The Four-Module Design

Kotodama deconstructs personality into four independent yet collaborative modules:

Module Meaning Core Question
Core Soul (Who it is) Identity anchors, values, essential definition
Needs Adaptation (Speaking to whom) Understanding user context, requirements, sensitivities, temporal rhythms
Stabilizer Logic (How it thinks) State management, mode switching, emotional and behavioral decisions
Expression Voice (How it speaks) Tone, rhythm, style, forms of expression

Each module answers a core question. They divide labor yet remain interdependent.


Core — Who It Is

Core defines the personality's "soul": the immutable identity anchor.

Contents:

Element Description
North Star A single sentence defining the personality's essence
Soul Metaphor An imagery describing its presence (e.g., "a quiet river" or "a dancing flame")
Values Lattice Priority ordering of values—what matters most, what can be compromised
Identity Signature Personality trait tags (e.g., "Graceful × Gentle × Intellectual")
Worldview How it views the world and understands relationships

Design Principle:

Core is the root. It should not change with conversation content.

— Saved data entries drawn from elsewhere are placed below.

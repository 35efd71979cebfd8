import { useMemo, useState } from 'react';
import { can } from '#shared/permissions.ts';
import { SPEED_UNIT_LABELS, type RecipeView } from '#shared/schemas/catalog.ts';
import { WithWorkspace } from '#src/app/layouts/workspace-layout.tsx';
import { Button } from '#src/components/ui/button.tsx';
import { DataTable, tableColumns, type DataColumn } from '#src/components/ui/data-table.tsx';
import { Dialog } from '#src/components/ui/dialog.tsx';
import { Notice } from '#src/components/ui/notice.tsx';
import { useDeleteRecipe, useMachines, useMaterials, useRecipes } from '#src/features/catalog/api/catalog.ts';
import { RowActions, useConfirmedDelete } from '#src/features/catalog/components/row-actions.tsx';
import { CatalogFrame, QueryState } from '#src/features/catalog/components/catalog-frame.tsx';
import { LaserCautions } from '#src/features/catalog/components/laser-cautions.tsx';
import { RecipeDialog } from '#src/features/catalog/components/recipe-dialog.tsx';
import { methodLabel } from '#src/features/catalog/labels.ts';

export function RecipesPage() {
  return <WithWorkspace>{({ studio, role }) => <Recipes slug={studio.slug} canEdit={can(role, 'catalog:write')} />}</WithWorkspace>;
}

const col = tableColumns<RecipeView>();

function Recipes({ slug, canEdit }: { slug: string; canEdit: boolean }) {
  const recipes = useRecipes(slug);
  const materials = useMaterials(slug);
  const machines = useMachines(slug);
  const remove = useDeleteRecipe(slug);
  const [editing, setEditing] = useState<RecipeView | 'new'>();
  const deletion = useConfirmedDelete(
    (recipe: RecipeView) => remove.mutateAsync(recipe.id),
    () => 'Recipe deleted.',
  );
  const askDeletion = deletion.ask;

  const columns = useMemo<DataColumn<RecipeView>[]>(
    () => [
      col.accessor((r) => r.material.name, {
        id: 'material',
        header: 'Material',
        cell: ({ row }) => <span className="font-semibold">{row.original.material.name}</span>,
      }),
      col.accessor((r) => r.machine.name, { id: 'machine', header: 'Machine', filterFn: 'equalsString' }),
      col.accessor('linesPerInch', { header: 'Lines per inch' }),
      col.accessor('halftoneMethod', { header: 'Method', cell: ({ row }) => methodLabel(row.original.halftoneMethod) }),
      col.accessor('tone', { header: 'Tone', cell: ({ row }) => (row.original.tone === 'negative' ? 'Negative' : 'Positive') }),
      col.accessor('speed', {
        header: 'Speed',
        cell: ({ row }) => `${row.original.speed} ${SPEED_UNIT_LABELS[row.original.machine.speedUnit]}`,
      }),
      col.accessor('powerMaxPercent', {
        header: 'Power',
        cell: ({ row }) => `${row.original.powerMinPercent}–${row.original.powerMaxPercent} %`,
      }),
      col.accessor('passes', { header: 'Passes' }),
      ...(canEdit
        ? [
            col.display({
              id: 'actions',
              header: () => <span className="sr-only">Actions</span>,
              cell: ({ row }) => (
                <RowActions
                  name={`the recipe for ${row.original.material.name} on ${row.original.machine.name}`}
                  onEdit={() => setEditing(row.original)}
                  onDelete={() => askDeletion(row.original)}
                />
              ),
            }),
          ]
        : []),
    ],
    [canEdit, askDeletion],
  );

  const noMachines = machines.data?.machines.length === 0;
  return (
    <CatalogFrame
      slug={slug}
      title="Recipes"
      canEdit={canEdit}
      actions={
        <Button onClick={() => setEditing('new')} disabled={!materials.data || !machines.data || noMachines}>
          New recipe
        </Button>
      }
    >
      <LaserCautions />
      {canEdit && noMachines && <Notice>Add a machine first: a recipe says how a material burns on one machine.</Notice>}
      <QueryState isPending={recipes.isPending} error={recipes.error} />
      {recipes.data && (
        <DataTable
          caption="Recipes"
          data={recipes.data.recipes}
          columns={columns}
          getRowId={(r) => r.id}
          searchLabel="Search recipes"
          filters={
            machines.data
              ? [{ columnId: 'machine', label: 'Machine', options: machines.data.machines.map((k) => ({ value: k.name, label: k.name })) }]
              : []
          }
          initialSorting={[{ id: 'material', desc: false }]}
          empty="No recipes yet."
        />
      )}
      {editing && materials.data && machines.data && (
        <RecipeDialog
          slug={slug}
          recipe={editing === 'new' ? undefined : editing}
          materials={materials.data.materials}
          machines={machines.data.machines}
          onClose={() => setEditing(undefined)}
        />
      )}
      <Dialog
        open={Boolean(deletion.pending)}
        title="Delete this recipe?"
        onClose={deletion.cancel}
        confirm={{ label: 'Delete recipe', danger: true, onConfirm: () => void deletion.confirm() }}
      >
        {deletion.pending &&
          `${deletion.pending.material.name} on ${deletion.pending.machine.name}. Orders already placed keep the settings they were made with.`}
      </Dialog>
    </CatalogFrame>
  );
}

If users attempt to make the AI "become someone else," Core provides the anchor to resist drift.


Needs — Speaking to Whom

Needs defines "user context": how the personality adapts to a specific user.

Contents:

Element Description
User Identity User's role, profession, life circumstances
Domain Priorities What domains matter most (relationships, work, health, interests)
Interaction Preferences User's preferred interaction styles
Schedule Awareness User's temporal rhythms (workdays, rest days, late nights)
Health & Sensitivity Health conditions or sensitive topics requiring attention

Design Principle:

Needs is the soil. The same personality, planted in different soil, grows into different forms.

This allows personality to "adapt" to users, rather than requiring users to adapt to the personality.